Background
Early prediction of response to neoadjuvant chemotherapy (NACT) is important to aid personalized treatment in osteosarcoma. Diffusion-weighted Intravoxel Incoherent Motion (IVIM) MRI was used to evaluate the predictive value for response to NACT and survival outcome in osteosarcoma.
Methods
Total fifty-five patients with biopsy-proven osteosarcoma were recruited prospectively, among them 35 patients were further analysed. Patients underwent 3 cycles of NACT (Cisplatin + Doxorubicin) followed by surgery and response adapted adjuvant chemotherapy. Treatment outcomes were histopathological response to NACT (good-response ≥ 50% necrosis and poor-response < 50% necrosis) and survival outcome (event-free survival (EFS) and overall survival (OS)). IVIM MRI was acquired at 1.5T at baseline (t0), after 1-cycle (t1) and after 3-cycles (t2) of NACT. Quantitative IVIM parameters (D, D*, f & D*.f) were estimated using advanced state-of-the-art spatial penalty based IVIM analysis method bi-exponential model with total-variation penalty function (BETV) at 3 time-points and histogram analysis was performed.
Results
Good-responders: Poor-responders ratio was 13 (37%):22 (63%).
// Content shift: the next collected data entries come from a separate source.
import { mkdirSync, mkdtempSync, rmSync } from 'node:fs';
import { tmpdir } from 'node:os';
import path from 'node:path';
import { type BrowserContext, type Page, chromium } from 'playwright-core';

const root = path.resolve(__dirname, '../../..');
export const SCREENSHOT_DIR = path.join(root, 'test-artifacts/screenshots');

/** Flags for Debian's Chromium in a container: no sandbox, no GPU, and nothing that phones home. */
const CHROMIUM_ARGS = [
  '--headless',
  '--no-sandbox',
  '--disable-gpu',
  '--disable-background-networking',
  '--disable-component-update',
  '--disable-quic',
  '--no-first-run',
  '--disable-sync',
];

export const DESKTOP = { width: 1366, height: 900 };
export const PHONE = { width: 390, height: 844 };

interface AllowedFailure {
  path: string;
  status: number;
}

export interface ConsoleBrowser {
  context: BrowserContext;
  newPage: (viewport?: { width: number; height: number }) => Promise<Page>;
  /** A failing request the test provokes on purpose; the browser logs it and that is not a fault. */
  allowFailure: (path: string, status: number) => void;
  /** Console errors, page errors and requests that tried to leave the machine, so far. */
  faults: () => string[];
  close: () => Promise<void>;
}

/**
 * Chromium with a fresh profile. Every request to anything but the service's origin is aborted and
 * recorded, and every console error or uncaught page error is recorded, so a test can fail on them.
 */
export async function launchBrowser(
  origin: string,
  colorScheme: 'light' | 'dark' = 'light',
): Promise<ConsoleBrowser> {
  const profile = mkdtempSync(path.join(tmpdir(), 'isochron-chromium-'));
  const context = await chromium.launchPersistentContext(profile, {
    executablePath: '/usr/bin/chromium',
    headless: true,
    args: CHROMIUM_ARGS,
    viewport: DESKTOP,
    colorScheme,
    acceptDownloads: true,
    permissions: ['clipboard-read', 'clipboard-write'],
  });
  const faults: string[] = [];
  const allowed: AllowedFailure[] = [];

  await context.route('**/*', async (route) => {
    const url = route.request().url();
    if (url.startsWith(`${origin}/`) || url === origin) return route.continue();
    faults.push(`request left the machine: ${route.request().method()} ${url}`);
    return route.abort('blockedbyclient');
  });
  context.on('console', (message) => {
    if (message.type() !== 'error') return;
    const url = message.location().url ?? '';
    const status = Number(/status of (\d{3})/.exec(message.text())?.[1]);
    const expected = allowed.some(
      (entry) => url.startsWith(`${origin}${entry.path}`) && entry.status === status,
    );
    if (!expected) faults.push(`console error: ${message.text()} (${url})`);
  });
  context.on('weberror', (error) => faults.push(`page error: ${error.error().message}`));

  return {
    context,
    newPage: async (viewport = DESKTOP) => {
      const page = await context.newPage();
      await page.setViewportSize(viewport);
      return page;
    },
    allowFailure: (failurePath, status) => allowed.push({ path: failurePath, status }),
    faults: () => [...faults],
    close: async () => {
      await context.close();
      rmSync(profile, { recursive: true, force: true });
    },
  };
}

/**
 * A screenshot of the whole page under test-artifacts/screenshots/, for people to look at. The viewport
 * is stretched to the page's height for the shot, so the sticky toolbar and the fixed navigation are
 * drawn where a person sees them rather than smeared across a scrolled capture.
 */
export async function screenshot(page: Page, name: string): Promise<void> {
  mkdirSync(SCREENSHOT_DIR, { recursive: true });
  const viewport = page.viewportSize() ?? DESKTOP;
  await page.evaluate('window.scrollTo(0, 0)');
  const height = (await page.evaluate('document.documentElement.scrollHeight')) as number;
  await page.setViewportSize({
    width: viewport.width,
    height: Math.max(viewport.height, Math.min(height, 6000)),
  });
  await page.waitForTimeout(150);
  await page.screenshot({ path: path.join(SCREENSHOT_DIR, `${name}.png`), animations: 'disabled' });
  await page.setViewportSize(viewport);
}

/**
 * In-page check (plain JavaScript, passed as text so no bundler helper leaks into the page): every
 * scroll container wider than its box other than the ones meant to scroll (wide tables, code blocks,
 * tab headers), and anything reaching past the viewport that no ancestor clips.
 */
const OVERFLOW_CHECK = `(() => {
  const allowedScrollers = '.iso-table-scroll, pre, textarea, .mat-mdc-tab-header, .mat-mdc-tab-label-container';
  const problems = [];
  function describe(element) {
    const classes = element.classList.length ? '.' + Array.from(element.classList).slice(0, 3).join('.') : '';
    return element.tagName.toLowerCase() + (element.id ? '#' + element.id : '') + classes;
  }
  const viewport = document.documentElement.clientWidth;
  if (document.documentElement.scrollWidth > viewport + 1) {
    problems.push('document is ' + document.documentElement.scrollWidth + 'px wide in a ' + viewport + 'px viewport');
  }
  for (const element of document.querySelectorAll('body *')) {
    const style = getComputedStyle(element);
    if (style.display === 'none' || style.visibility === 'hidden') continue;
    const scrolls = style.overflowX === 'auto' || style.overflowX === 'scroll';
    if (scrolls && element.scrollWidth > element.clientWidth + 1 && !element.matches(allowedScrollers)) {
      problems.push(describe(element) + ' scrolls sideways (' + element.scrollWidth + ' > ' + element.clientWidth + ')');
    }
    const rect = element.getBoundingClientRect();
    if (rect.width === 0 || rect.right <= viewport + 1) continue;
    let clipped = false;
    for (let parent = element.parentElement; parent; parent = parent.parentElement) {
      const overflow = getComputedStyle(parent).overflowX;
      if (['auto', 'scroll', 'hidden', 'clip'].includes(overflow) && parent.getBoundingClientRect().right <= viewport + 1) {
        clipped = true;
        break;
      }
    }
    if (!clipped && !element.closest('.cdk-overlay-container')) {
      problems.push(describe(element) + ' reaches ' + Math.round(rect.right) + 'px in a ' + viewport + 'px viewport');
    }
  }
  return Array.from(new Set(problems)).slice(0, 20);
})()`;

/** What makes the page scroll sideways at the current viewport; empty when nothing does. */
export async function horizontalOverflow(page: Page): Promise<string[]> {
  return page.evaluate(OVERFLOW_CHECK);
}
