/**
 * Helpers for the calculation tests: a float comparison with a stated tolerance, and a direct
 * frequency-response evaluator written independently of dsp/response.ts (it evaluates each section's
 * polynomials with Math.cos/Math.sin at each frequency and multiplies the complex values in the
 * textbook way; only the data types are shared).
 */
import type { Complex } from '../dsp/complex';
import type { Sos } from '../dsp/sos';
import { CalculationInputError } from '../errors';

/** Fails with a readable message unless |actual − expected| ≤ tolerance. */
export function expectWithin(actual: number, expected: number, tolerance: number, what = 'value'): void {
  if (!Number.isFinite(actual) || !(Math.abs(actual - expected) <= tolerance)) {
    throw new Error(
      `${what}: expected ${expected} ± ${tolerance}, received ${actual} (off by ${actual - expected})`,
    );
  }
}

/** H(e^(jω)) of a cascade, evaluated directly. */
export function referenceResponse(sections: Sos[], frequencyHz: number, sampleRateHz: number): Complex {
  const w = (2 * Math.PI * frequencyHz) / sampleRateHz;
  let re = 1;
  let im = 0;
  for (const s of sections) {
    const nRe = s.b0 + s.b1 * Math.cos(w) + s.b2 * Math.cos(2 * w);
    const nIm = -s.b1 * Math.sin(w) - s.b2 * Math.sin(2 * w);
    const dRe = 1 + s.a1 * Math.cos(w) + s.a2 * Math.cos(2 * w);
    const dIm = -s.a1 * Math.sin(w) - s.a2 * Math.sin(2 * w);
    const d = dRe * dRe + dIm * dIm;
    const hRe = (nRe * dRe + nIm * dIm) / d;
    const hIm = (nIm * dRe - nRe * dIm) / d;
    [re, im] = [re * hRe - im * hIm, re * hIm + im * hRe];
  }
  return { re, im };
}

export function referenceDb(sections: Sos[], frequencyHz: number, sampleRateHz: number): number {
  const h = referenceResponse(sections, frequencyHz, sampleRateHz);
  return 20 * Math.log10(Math.hypot(h.re, h.im));
}

/** Poles of 1 + a1 z^-1 + a2 z^-2 as complex numbers, by the quadratic formula. */
export function polesOf(section: Sos): Complex[] {
  const { a1, a2 } = section;
  const disc = a1 * a1 - 4 * a2;
  if (disc >= 0) {
    return [
      { re: (-a1 + Math.sqrt(disc)) / 2, im: 0 },
      { re: (-a1 - Math.sqrt(disc)) / 2, im: 0 },
    ];
  }
  return [
    { re: -a1 / 2, im: Math.sqrt(-disc) / 2 },
    { re: -a1 / 2, im: -Math.sqrt(-disc) / 2 },
  ];
}

/** Log-spaced frequencies from fromHz up to (not above) toHz, `perOctave` per octave. */
export function logSweep(fromHz: number, toHz: number, perOctave: number): number[] {
  const out: number[] = [];
  for (let k = 0; fromHz * Math.pow(2, k / perOctave) <= toHz; k++)
    out.push(fromHz * Math.pow(2, k / perOctave));
  return out;
}

/** Runs fn and returns the CalculationInputError it throws; fails when it throws nothing or something else. */
export function catchInputError(fn: () => unknown): CalculationInputError {
  try {
    fn();
  } catch (error) {
    if (error instanceof CalculationInputError) return error;
    throw error;
  }
  throw new Error('expected a CalculationInputError');
}

/**
 * Magnitude in dB of one peaking section at `frequencyHz`, written straight from the Audio EQ Cookbook
 * (W3C Working Group Note, 2021) for building synthetic measurements and reference curves in tests:
 * A = 10^(g/40), w0 = 2π f0/fs, α = sin(w0)/(2Q); b = [1 + αA, −2cos w0, 1 − αA], a = [1 + α/A, −2cos w0, 1 − α/A].
 * It does not call biquad-design.ts, so it can check it.
 */
export function cookbookPeakingDb(
  centreHz: number,
  gainDb: number,
  q: number,
  frequencyHz: number,
  sampleRateHz: number,
): number {
  const A = Math.pow(10, gainDb / 40);
  const w0 = (2 * Math.PI * centreHz) / sampleRateHz;
  const alpha = Math.sin(w0) / (2 * q);
  const b = [1 + alpha * A, -2 * Math.cos(w0), 1 - alpha * A];
  const a = [1 + alpha / A, -2 * Math.cos(w0), 1 - alpha / A];
  const [b0, b1, b2] = b.map((x) => x / a[0]);
  return referenceDb([{ b0, b1, b2, a1: a[1] / a[0], a2: a[2] / a[0] }], frequencyHz, sampleRateHz);
}
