import { requireInRange, requireInteger, withFieldPrefix } from '../errors';
import { MAX_EQ_BANDS } from '../limits';
import type { Caution, CalculationWarning } from '../notices';
import { DEFAULT_SAMPLE_RATE_HZ } from '../units/sample-rate';
import { responseGrid, type ResponseGridSpec } from '../dsp/grid';
import { cascadeResponse, type FrequencyResponse } from '../dsp/response';
import type { Sos } from '../dsp/sos';
import { designBiquads, type FilterSpec } from './biquad-design';
import { eqBoostCaution } from './eq-extremes';
import { presentDb } from '../present';

export interface FilterSetInput {
  filters: FilterSpec[];
  sampleRateHz?: number;
  /** Frequencies at which to return the response of the whole cascade. */
  response?: ResponseGridSpec;
  limits?: { eqBandsPerChannel?: number; eqMaxBoostDb?: number; eqMaxCutDb?: number };
}

export interface FilterSet {
  sampleRateHz: number;
  sections: Sos[];
  response?: FrequencyResponse;
  warnings: CalculationWarning[];
  cautions: Caution[];
}

/** Most filters one request may hold. */
export const MAX_FILTERS = MAX_EQ_BANDS;

/**
 * Designs a cascade of cookbook filters (see designBiquad) at `sampleRateHz` (48000 when absent),
 * optionally with the response of the whole cascade (see cascadeResponse). Filters beyond
 * `limits.eqBandsPerChannel`, or boosts and cuts beyond `limits.eqMaxBoostDb` / `eqMaxCutDb`, are
 * still designed but warned, so the caller sees what the processor will refuse. A boost carries a
 * caution with the largest boost of the bands together (eqBoostCaution), not of the largest band.
 * @throws CalculationInputError naming the field (`/filters/2/frequencyHz`, `/response/toHz`, ...).
 */
export function designFilterSet(input: FilterSetInput): FilterSet {
  // The contract has checked the sample rate and the number of filters; the core checks physics only.
  const fs = input.sampleRateHz ?? DEFAULT_SAMPLE_RATE_HZ;
  const filters = input.filters;
  const sections = designBiquads(filters, fs);
  const response =
    input.response === undefined
      ? undefined
      : withFieldPrefix('/response', (): FrequencyResponse => {
          const frequenciesHz = responseGrid(input.response as ResponseGridSpec, fs);
          return { frequenciesHz, ...cascadeResponse(sections, frequenciesHz, fs) };
        });
  return {
    sampleRateHz: fs,
    sections,
    ...(response ? { response } : {}),
    warnings: limitWarnings(filters, input.limits),
    cautions: boostCautions(filters, fs),
  };
}

function limitWarnings(filters: FilterSpec[], limits: FilterSetInput['limits']): CalculationWarning[] {
  const warnings: CalculationWarning[] = [];
  if (!limits) return warnings;
  const { eqBandsPerChannel, eqMaxBoostDb, eqMaxCutDb } = limits;
  if (eqBandsPerChannel !== undefined) {
    requireInteger(eqBandsPerChannel, { min: 0 }, 'eqBandsPerChannel', '/limits/eqBandsPerChannel');
    if (filters.length > eqBandsPerChannel) {
      warnings.push({
        code: 'bandLimitExceeded',
        message: `${filters.length} filters were designed but the processor has ${eqBandsPerChannel} bands per channel.`,
      });
    }
  }
  const gains = filters.map((f, i) => ({ i, gainDb: f.gainDb ?? 0 }));
  if (eqMaxBoostDb !== undefined) {
    requireInRange(eqMaxBoostDb, { min: 0, unit: 'dB' }, 'eqMaxBoostDb', '/limits/eqMaxBoostDb');
    for (const { i, gainDb } of gains.filter((g) => g.gainDb > eqMaxBoostDb)) {
      warnings.push({
        code: 'boostLimitExceeded',
        message: `Filter ${i} boosts ${presentDb(gainDb)} dB, more than the processor's ${presentDb(eqMaxBoostDb)} dB.`,
      });
    }
  }
  if (eqMaxCutDb !== undefined) {
    requireInRange(eqMaxCutDb, { min: 0, unit: 'dB' }, 'eqMaxCutDb', '/limits/eqMaxCutDb');
    for (const { i, gainDb } of gains.filter((g) => -g.gainDb > eqMaxCutDb)) {
      warnings.push({
        code: 'cutLimitExceeded',
        message: `Filter ${i} cuts ${presentDb(-gainDb)} dB, more than the processor's ${presentDb(eqMaxCutDb)} dB.`,
      });
    }
  }
  return warnings;
}

function boostCautions(filters: FilterSpec[], sampleRateHz: number): Caution[] {
  const caution = eqBoostCaution([{ filters }], sampleRateHz);
  return caution ? [caution] : [];
}
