import { HttpErrorResponse } from '@angular/common/http';
import { errorMessage, toProblem } from './http-problem';

describe('toProblem', () => {
  it('reads an HTTP problem document with its field errors', () => {
    const error = new HttpErrorResponse({
      status: 422,
      error: {
        title: 'Unprocessable',
        detail: 'One value cannot be used.',
        errors: [{ pointer: '/channels/0/delayMs', message: 'must be at most 100' }],
        requestId: 'req_1',
      },
    });
    expect(toProblem(error)).toEqual({
      status: 422,
      title: 'Unprocessable',
      detail: 'One value cannot be used.',
      fieldErrors: [{ pointer: '/channels/0/delayMs', message: 'must be at most 100' }],
      requestId: 'req_1',
    });
  });

  it('reads a thrown error as status 0 with its message, and anything else as a generic failure', () => {
    expect(toProblem(new Error('socket closed'))).toEqual({
      status: 0,
      title: 'Something went wrong',
      detail: 'socket closed',
      fieldErrors: [],
    });
    expect(toProblem('weird').detail).toBe('Something went wrong.');
  });
});

describe('errorMessage', () => {
  it('gives one line with the title, detail and fields', () => {
    const error = new HttpErrorResponse({
      status: 400,
      error: { title: 'Bad request', errors: [{ pointer: '/name', message: 'is required' }] },
    });
    expect(errorMessage(error)).toBe('Bad request (/name: is required)');
  });

  it('names the status in plain words when the body is an HTML page', () => {
    const error = new HttpErrorResponse({ status: 502, error: '<html>Bad gateway</html>' });
    expect(errorMessage(error)).toBe('The server is not answering');
  });
});
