import { DataTypes, QueryTypes, type QueryInterface } from 'sequelize';

/**
 * Processor profiles (per owner, chosen per room) and the history of what a tuning depends on in its
 * room. Every room gets `profileId` and `stateRevision`; `room_states` keeps each revision's state
 * (listener, loudspeaker positions, limits, sample rate, profile) with the time it began, and every
 * tuning version records the revision it was made from, so a tuning made from an older state can say
 * it is stale and since when. Existing rooms start at revision 1 (their state now); existing versions
 * are taken to be made from it.
 */
export async function up({ context: qi }: { context: QueryInterface }): Promise<void> {
  await qi.createTable('processor_profiles', {
    id: { type: DataTypes.STRING(40), primaryKey: true },
    ownerId: { type: DataTypes.STRING(40), allowNull: false, references: { model: 'users', key: 'id' } },
    name: { type: DataTypes.STRING(120), allowNull: false },
    settings: { type: DataTypes.JSON, allowNull: false },
    createdAt: { type: DataTypes.DATE, allowNull: false },
    updatedAt: { type: DataTypes.DATE, allowNull: false },
  });
  await qi.addIndex('processor_profiles', ['ownerId']);
  await qi.addColumn('rooms', 'profileId', {
    type: DataTypes.STRING(40),
    allowNull: true,
    references: { model: 'processor_profiles', key: 'id' },
  });
  await qi.addColumn('rooms', 'stateRevision', {
    type: DataTypes.INTEGER,
    allowNull: false,
    defaultValue: 1,
  });
  await qi.createTable('room_states', {
    roomId: {
      type: DataTypes.STRING(40),
      primaryKey: true,
      references: { model: 'rooms', key: 'id' },
    },
    revision: { type: DataTypes.INTEGER, primaryKey: true },
    state: { type: DataTypes.JSON, allowNull: false },
    createdAt: { type: DataTypes.DATE, allowNull: false },
  });
  await qi.addColumn('tuning_versions', 'roomRevision', {
    type: DataTypes.INTEGER,
    allowNull: false,
    defaultValue: 1,
  });

  // Quoted names: PostgreSQL folds unquoted ones to lower case. JSON columns come back as text from
  // SQLite and already parsed from PostgreSQL.
  const rooms = await qi.sequelize.query<{
    id: string;
    listener: unknown;
    loudspeakers: unknown;
    limits: unknown;
    sampleRateHz: number;
    updatedAt: string | Date;
  }>('SELECT id, listener, loudspeakers, limits, "sampleRateHz", "updatedAt" FROM rooms', {
    type: QueryTypes.SELECT,
  });
  const json = (value: unknown): unknown => (typeof value === 'string' ? JSON.parse(value) : value);
  for (const room of rooms) {
    const state = {
      listener: json(room.listener),
      loudspeakers: (json(room.loudspeakers) as Array<{ id: string; x: number; y: number; z: number }>).map(
        ({ id, x, y, z }) => ({ id, x, y, z }),
      ),
      limits: room.limits === null ? null : json(room.limits),
      sampleRateHz: room.sampleRateHz,
      profile: null,
    };
    await qi.bulkInsert('room_states', [
      { roomId: room.id, revision: 1, state: JSON.stringify(state), createdAt: room.updatedAt },
    ]);
  }
}

export async function down({ context: qi }: { context: QueryInterface }): Promise<void> {
  await qi.removeColumn('tuning_versions', 'roomRevision');
  await qi.dropTable('room_states');
  await qi.removeColumn('rooms', 'stateRevision');
  await qi.removeColumn('rooms', 'profileId');
  await qi.dropTable('processor_profiles');
}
EFS and OS were 31% and 69% with 16.27 and 25.9 months of median duration respectively. For predicting poor-response to NACT, IVIM parameters showed AUC = 0.87, Sensitivity = 86%, Specificity = 77% at t0, and AUC = 0.96, Sensitivity = 86%, Specificity = 100% at t1. Multivariate Cox regression analysis showed smaller tumour volume (HR = 1.002, p = 0.001) higher ADC-25th-percentile (HR = 0.047, p = 0.005) & D-Mean (HR = 0.1, p = 0.023) and lower D*-Mean (HR = 1.052, p = 0.039) were independent predictors of longer EFS (log-rank p-values: 0.054, 0.0034, 0.0017, 0.0019 respectively) and non-metastatic disease (HR = 4.33, p < 10–3), smaller tumour-volume (HR = 1.001, p = 0.042), lower D*-Mean (HR = 1.045, p = 0.056) and higher D*.f-skewness (HR = 0.544, p = 0.048) were independent predictors of longer OS (log-rank p-values: < 10–3, 0.07, < 10–3, 0.019 respectively).
Conclusion
IVIM parameters obtained with a 1.5T scanner along with novel BETV method and their histogram analysis indicating tumour heterogeneity were informative in characterizing NACT response and survival outcome in osteosarcoma.